* Description of the task *
In the records below, begin at the line that has "outsideAir[k] = signalAt(outside.air, t);" and stop after the line that has "balance when prescribed"; quote those lines verbatim and nothing more.

[Collected data]

■ ■ ■ ■ ■ ■ ■

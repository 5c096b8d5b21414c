// simulate(): composes mesh, boundaries, operator and stepper into the contract's Result.
// the model is assumed valid (src/lib/schemas/model.ts checks it at every entry point).
import { analyse } from './analyse.ts';
import { drivingRate, drivingTemperature, insideBoundary, outsideBoundary, type BoundarySide } from './boundary.ts';
import { buildMesh, type Mesh } from './mesh.ts';
import { assembleTheta, boundaryTerm, type ThetaMatrices } from './operator.ts';
import { jumpTimes, signalAt } from './signals.ts';
import { steadyProfile } from './steady.ts';
import { factorise, thetaStep, type ThomasFactor } from './stepper.ts';
import type { Model, Result, SimulateOptions } from './types.ts';

/** thrown by simulate() when shouldCancel() returns true */
export class SimulationCancelled extends Error {
  constructor() {
    super('simulation cancelled');
    this.name = 'SimulationCancelled';
  }
}

// a monotonic clock without dom or node types: performance exists in browsers, workers and node
const clock = (globalThis as { performance?: { now(): number } }).performance;
const now = (): number => (clock ? clock.now() : Date.now());

/** one step size with its matrices and factorisation */
interface Stepping {
  dt: number;
  theta: number;
  matrices: ThetaMatrices;
  factor: ThomasFactor;
}

function stepping(mesh: Mesh, outside: BoundarySide, inside: BoundarySide, dt: number, theta: number): Stepping {
  const matrices = assembleTheta(mesh, outside, inside, dt, theta);
  return { dt, theta, matrices, factor: factorise(matrices.implicit) };
}

/** mutable state of a run: arrays are preallocated, accumulators are plain numbers */
interface RunState {
  mesh: Mesh;
  outside: BoundarySide;
  inside: BoundarySide;
  temperature: Float64Array;
  /** driving temperatures at the current time */
  outsideDrive: number;
  insideDrive: number;
  inOutside: number;
  outInside: number;
}

/** advances the state by one step of s from time tFrom, accumulating the θ-weighted surface fluxes */
function advance(st: RunState, s: Stepping, tTo: number): void {
  const T = st.temperature;
  const last = T.length - 1;
  const mesh = st.mesh;
  const out = st.outside;
  const ins = st.inside;
  const theta = s.theta;
  const dt = s.dt;
  const oBefore = st.outsideDrive;
  const iBefore = st.insideDrive;
  const oAfter = drivingTemperature(out, tTo);
  const iAfter = drivingTemperature(ins, tTo);
  const t0 = T[0];
  const t1 = T[1];
  const tm = T[last - 1];
  const tn = T[last];
  thetaStep(s.factor, s.matrices.explicit, T, boundaryTerm(out, theta, oBefore, oAfter), boundaryTerm(ins, theta, iBefore, iAfter));
  // surface fluxes from each surface node's own energy equation, so the account closes to round-off
  let qo: number;
  if (out.prescribed) {
    const g = mesh.conductance[0];
    qo = (mesh.capacity[0] * (T[0] - t0)) / dt + g * (theta * (T[0] - T[1]) + (1 - theta) * (t0 - t1));
  } else qo = out.h * (theta * (oAfter - T[0]) + (1 - theta) * (oBefore - t0));
  let qi: number;
  if (ins.prescribed) {
    const g = mesh.conductance[last - 1];
    qi = g * (theta * (T[last - 1] - T[last]) + (1 - theta) * (tm - tn)) - (mesh.capacity[last] * (T[last] - tn)) / dt;
  } else qi = ins.h * (theta * (T[last] - iAfter) + (1 - theta) * (tn - iBefore));
  st.inOutside += qo * dt;
  st.outInside += qi * dt;
  st.outsideDrive = oAfter;
  st.insideDrive = iAfter;
}

/** runs the model and returns the contract's Result */
export function simulate(model: Model, options: SimulateOptions = {}): Result {
  const started = now();
  const figures = analyse(model);
  const mesh = buildMesh(model.layers, model.mesh);
  const nodes = mesh.cells + 1;
  const outside = outsideBoundary(model.outside);
  const inside = insideBoundary(model.inside);
  const theta = model.scheme === 'implicit' ? 1 : 0.5;
  const dt = model.timeStep;
  const duration = model.duration;
  const storeProfiles = options.storeProfiles !== false;
  const every = Math.max(1, Math.floor(options.progressEvery ?? 4096));
  const onProgress = options.onProgress;
  const shouldCancel = options.shouldCancel;
  // rannacher start-up: backward-euler half-steps (an even number, covering whole steps) at the start and after jumps
  const halfSteps = theta < 1 ? 2 * Math.ceil(Math.max(0, options.startupHalfSteps ?? 4) / 2) : 0;

  if (!(dt > 0) || !(duration >= 0) || !(model.outputInterval > 0)) throw new Error('invalid time settings');

  // whole steps, then one shorter step if the duration is not a multiple of the time step
  const fullSteps = Math.floor(duration / dt + 1e-9);
  let remainder = duration - fullSteps * dt;
  if (remainder <= 1e-9 * dt) remainder = 0;
  const steps = fullSteps + (remainder > 0 ? 1 : 0);

  const main = stepping(mesh, outside, inside, dt, theta);
  const half = halfSteps > 0 ? stepping(mesh, outside, inside, dt / 2, 1) : null;
  const tail = remainder > 0 ? stepping(mesh, outside, inside, remainder, theta) : null;

  // jumps of the signals, sorted; a whole step containing one restarts with half-steps
  const jumps: number[] = [];
  if (halfSteps > 0) {
    jumps.push(...jumpTimes(model.outside.air, duration, dt), ...jumpTimes(model.inside.air, duration, dt));
    if (model.outside.solar && model.outside.surfaceResistance > 0) jumps.push(...jumpTimes(model.outside.solar.irradiance, duration, dt));
    jumps.sort((a, b) => a - b);
  }

  // initial state
  const T = new Float64Array(nodes);
  const st: RunState = {
    mesh,
    outside,
    inside,
    temperature: T,
    outsideDrive: drivingTemperature(outside, 0),
    insideDrive: drivingTemperature(inside, 0),
    inOutside: 0,
    outInside: 0,
  };
  if (model.initial.kind === 'uniform') T.fill(model.initial.temperature);
  else steadyProfile(mesh, outside, inside, st.outsideDrive, st.insideDrive, T);
  const initial = Float64Array.from(T);

  // outputs at k·outputInterval ≤ duration
  const interval = model.outputInterval;
  const outputs = Math.floor(duration / interval + 1e-9) + 1;
  const time = new Float64Array(outputs);
  const outsideAir = new Float64Array(outputs);
  const outsideSurface = new Float64Array(outputs);
  const insideSurface = new Float64Array(outputs);
  const insideAir = new Float64Array(outputs);
  const outsideFlux = new Float64Array(outputs);
  const insideFlux = new Float64Array(outputs);
  const interfaceNodes = Array.from(mesh.layerStart.subarray(1, model.layers.length));
  const interfaces = interfaceNodes.map(() => new Float64Array(outputs));
  const profiles: number[][] = [];
  const sample = new Float64Array(nodes); // interpolated profile at an output inside a step
  const previous = new Float64Array(nodes);
  const rateWidth = 1e-3 * dt;

  const record = (k: number, t: number, P: Float64Array): void => {
    const last = nodes - 1;
    time[k] = t;
    outsideAir[k] = signalAt(outside.air, t);
    insideAir[k] = signalAt(inside.air, t);
    outsideSurface[k] = P[0];
    insideSurface[k] = P[last];
    for (let j = 0; j < interfaceNodes.length; j++) interfaces[j][k] = P[interfaceNodes[j]];
    // instantaneous surface fluxes: through the film, or from the surface node's balance when prescribed
    outsideFlux[k] = outside.prescribed
      ? mesh.capacity[0] * drivingRate(outside, t, rateWidth) + mesh.conductance[0] * (P[0] - P[1])
      : outside.h * (drivingTemperature(outside, t) - P[0]);
    insideFlux[k] = inside.prescribed
      ? mesh.conductance[last - 1] * (P[last - 1] - P[last]) - mesh.capacity[last] * drivingRate(inside, t, rateWidth)
      : inside.h * (P[last] - drivingTemperature(inside, t));
    if (storeProfiles) profiles.push(Array.from(P));
  };

  let nextOutput = 0;
  const eps = 1e-9 * Math.min(dt, interval);
  record(nextOutput++, 0, T);

  // records every output in (tFrom, tTo], interpolating linearly inside the step
  const recordWithin = (tFrom: number, tTo: number): void => {
    while (nextOutput < outputs) {
      const tOut = nextOutput * interval;
      if (tOut > tTo + eps) break;
      if (Math.abs(tOut - tTo) <= eps) record(nextOutput, tOut, T);
      else {
        const f = (tOut - tFrom) / (tTo - tFrom);
        for (let i = 0; i < nodes; i++) sample[i] = previous[i] + f * (T[i] - previous[i]);
        record(nextOutput, tOut, sample);
      }
      nextOutput++;
    }
  };

  let halfLeft = halfSteps;
  let jump = 0;
  for (let n = 0; n < fullSteps; n++) {
    const tFrom = n * dt;
    const tTo = (n + 1) * dt;
    while (jump < jumps.length && jumps[jump] < tTo - eps) {
      if (jumps[jump] >= tFrom - eps) halfLeft = halfSteps;
      jump++;
    }
    const interior = nextOutput < outputs && nextOutput * interval < tTo - eps;
    if (interior) previous.set(T);
    if (halfLeft > 0 && half) {
      advance(st, half, tFrom + 0.5 * dt);
      advance(st, half, tTo);
      halfLeft -= 2;
    } else advance(st, main, tTo);
    if (nextOutput < outputs && nextOutput * interval <= tTo + eps) recordWithin(tFrom, tTo);
    if ((n + 1) % every === 0) {
      if (shouldCancel && shouldCancel()) throw new SimulationCancelled();
      if (onProgress) onProgress((n + 1) / steps);
    }
  }
  if (tail) {
    const tFrom = fullSteps * dt;
    previous.set(T);
    advance(st, tail, duration);
    recordWithin(tFrom, duration);
  }
  if (onProgress) onProgress(1);

  let stored = 0;
  for (let i = 0; i < nodes; i++) {
    if (!Number.isFinite(T[i])) throw new Error('the simulation produced a non-finite temperature');
    stored += mesh.capacity[i] * (T[i] - initial[i]);
  }
  const { inOutside, outInside } = st;
  const balanceError =
    Math.abs(inOutside - outInside - stored) / Math.max(Math.abs(inOutside), Math.abs(outInside), Math.abs(stored), 1);

  return {
    steady: figures.steady,
    layers: figures.layers.map((l) => ({
      name: l.name,
      resistance: l.resistance,
      diffusivity: l.diffusivity,
      arealHeatCapacity: l.arealHeatCapacity,
      penetrationDepth: l.penetrationDepth,
    })),
    lumped: figures.lumped,
    periodic: figures.periodic,
    mesh: { x: Array.from(mesh.x) },
    series: {
      time: Array.from(time),
      outsideAir: Array.from(outsideAir),
      outsideSurface: Array.from(outsideSurface),
      insideSurface: Array.from(insideSurface),
      insideAir: Array.from(insideAir),
      interfaces: interfaces.map((a) => Array.from(a)),
      outsideFlux: Array.from(outsideFlux),
      insideFlux: Array.from(insideFlux),
    },
    profiles,
    energy: { storedChange: stored, inOutside, outInside, balanceError },
    stats: { cells: mesh.cells, steps, nodeSteps: mesh.cells * steps, elapsedMs: now() - started },
  };
}
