// jobs and their assemblies. a new assembly starts with revision 1 holding a default document.
import { and, count, eq, like, or, sql } from 'drizzle-orm';
import { db } from '../db';
import { assemblies, jobs, revisions, revisionEvents, users } from '../db/schema';
import type { ListQuery } from '../../schemas/api';
import type { AssemblyRow, JobRow } from '../../schemas/rows';
import { likePattern, offsetOf, orderFor, pageOf, type Page } from './list';
import { defaultDocument, type Element } from './defaultDocument';

const assemblyCount = sql<number>`(select count(*) from ${assemblies} where ${assemblies.jobId} = ${jobs.id})`.mapWith(Number);

export async function listJobs(teamId: number, q: ListQuery): Promise<Page<JobRow>> {
  const p = likePattern(q.q);
  const where = and(
    eq(jobs.teamId, teamId),
    q.q ? or(like(jobs.name, p), like(jobs.reference, p), like(jobs.client, p), like(jobs.location, p)) : undefined,
  );
  const items = await db
    .select({
      id: jobs.id,
      name: jobs.name,
      reference: jobs.reference,
      client: jobs.client,
      location: jobs.location,
      assemblyCount,
      createdByName: users.name,
      createdAt: jobs.createdAt,
      updatedAt: jobs.updatedAt,
    })
    .from(jobs)
    .leftJoin(users, eq(users.id, jobs.createdBy))
    .where(where)
    .orderBy(
      ...orderFor(q.sort, {
        updatedAt: jobs.updatedAt,
        name: jobs.name,
        reference: jobs.reference,
        client: jobs.client,
        location: jobs.location,
        createdAt: jobs.createdAt,
        assemblyCount,
      }),
    )
    .limit(q.pageSize)
    .offset(offsetOf(q));
  const [{ n }] = await db.select({ n: count() }).from(jobs).where(where);
  return pageOf(items, q, n);
}

export async function getJob(jobId: number) {
  const rows = await db.select().from(jobs).where(eq(jobs.id, jobId)).limit(1);
  return rows[0] ?? null;
}

export async function createJob(
  teamId: number,
  userId: string,
  input: { name: string; reference: string; client: string; location: string; notes: string },
): Promise<{ id: number }> {
  const [row] = await db.insert(jobs).values({ teamId, createdBy: userId, ...input }).$returningId();
  return { id: row.id };
}

export async function updateJob(jobId: number, input: Partial<{ name: string; reference: string; client: string; location: string; notes: string }>) {
  await db.update(jobs).set({ ...input, updatedAt: new Date() }).where(eq(jobs.id, jobId));
}

// the outer row named in full: in a select without joins drizzle writes ${assemblies.id} as a bare `id`, which the
// subquery would read as r.id
const headNumber = sql<number | null>`(select max(r.number) from ${revisions} r where r.assembly_id = assemblies.id)`;
const headState = sql<string | null>`(select r.state from ${revisions} r where r.assembly_id = assemblies.id order by r.number desc limit 1)`;

export async function listAssemblies(jobId: number, q: ListQuery): Promise<Page<AssemblyRow>> {
  const p = likePattern(q.q);
  const where = and(eq(assemblies.jobId, jobId), q.q ? or(like(assemblies.name, p), like(assemblies.description, p), like(assemblies.element, p)) : undefined);
  const items = await db
    .select({
      id: assemblies.id,
      name: assemblies.name,
      element: assemblies.element,
      description: assemblies.description,
      headNumber,
      headState,
      updatedAt: assemblies.updatedAt,
    })
    .from(assemblies)
    .where(where)
    .orderBy(...orderFor(q.sort, { name: assemblies.name, element: assemblies.element, updatedAt: assemblies.updatedAt, headNumber, headState }))
    .limit(q.pageSize)
    .offset(offsetOf(q));
  const [{ n }] = await db.select({ n: count() }).from(assemblies).where(where);
  return pageOf(items.map((r) => ({ ...r, headNumber: r.headNumber === null ? null : Number(r.headNumber) })), q, n);
}

/** a new assembly with revision 1 (the default build-up for its element) */
export async function createAssembly(jobId: number, userId: string, input: { name: string; element: Element; description: string }): Promise<{ id: number; revisionId: number }> {
  return db.transaction(async (tx) => {
    const [a] = await tx.insert(assemblies).values({ jobId, createdBy: userId, ...input }).$returningId();
    const [r] = await tx
      .insert(revisions)
      .values({ assemblyId: a.id, number: 1, parentId: null, model: defaultDocument(input.element), note: 'Default build-up', authorId: userId })
      .$returningId();
    await tx.insert(revisionEvents).values({ revisionId: r.id, fromState: null, toState: 'draft', actorId: userId, note: 'Created' });
    await tx.update(jobs).set({ updatedAt: new Date() }).where(eq(jobs.id, jobId));
    return { id: a.id, revisionId: r.id };
  });
}

export async function updateAssembly(assemblyId: number, input: Partial<{ name: string; description: string }>) {
  await db.update(assemblies).set({ ...input, updatedAt: new Date() }).where(eq(assemblies.id, assemblyId));
}

/** the assembly with its job's name and team */
export async function getAssembly(assemblyId: number) {
  const rows = await db
    .select({
      id: assemblies.id,
      name: assemblies.name,
      element: assemblies.element,
      description: assemblies.description,
      jobId: assemblies.jobId,
      jobName: jobs.name,
      teamId: jobs.teamId,
    })
    .from(assemblies)
    .innerJoin(jobs, eq(jobs.id, assemblies.jobId))
    .where(eq(assemblies.id, assemblyId))
    .limit(1);
  return rows[0] ?? null;
}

■ ■ ■ ■ ■ ■ ■

* Task result *
    outsideAir[k] = signalAt(outside.air, t);
    insideAir[k] = signalAt(inside.air, t);
    outsideSurface[k] = P[0];
    insideSurface[k] = P[last];
    for (let j = 0; j < interfaceNodes.length; j++) interfaces[j][k] = P[interfaceNodes[j]];
    // instantaneous surface fluxes: through the film, or from the surface node's balance when prescribed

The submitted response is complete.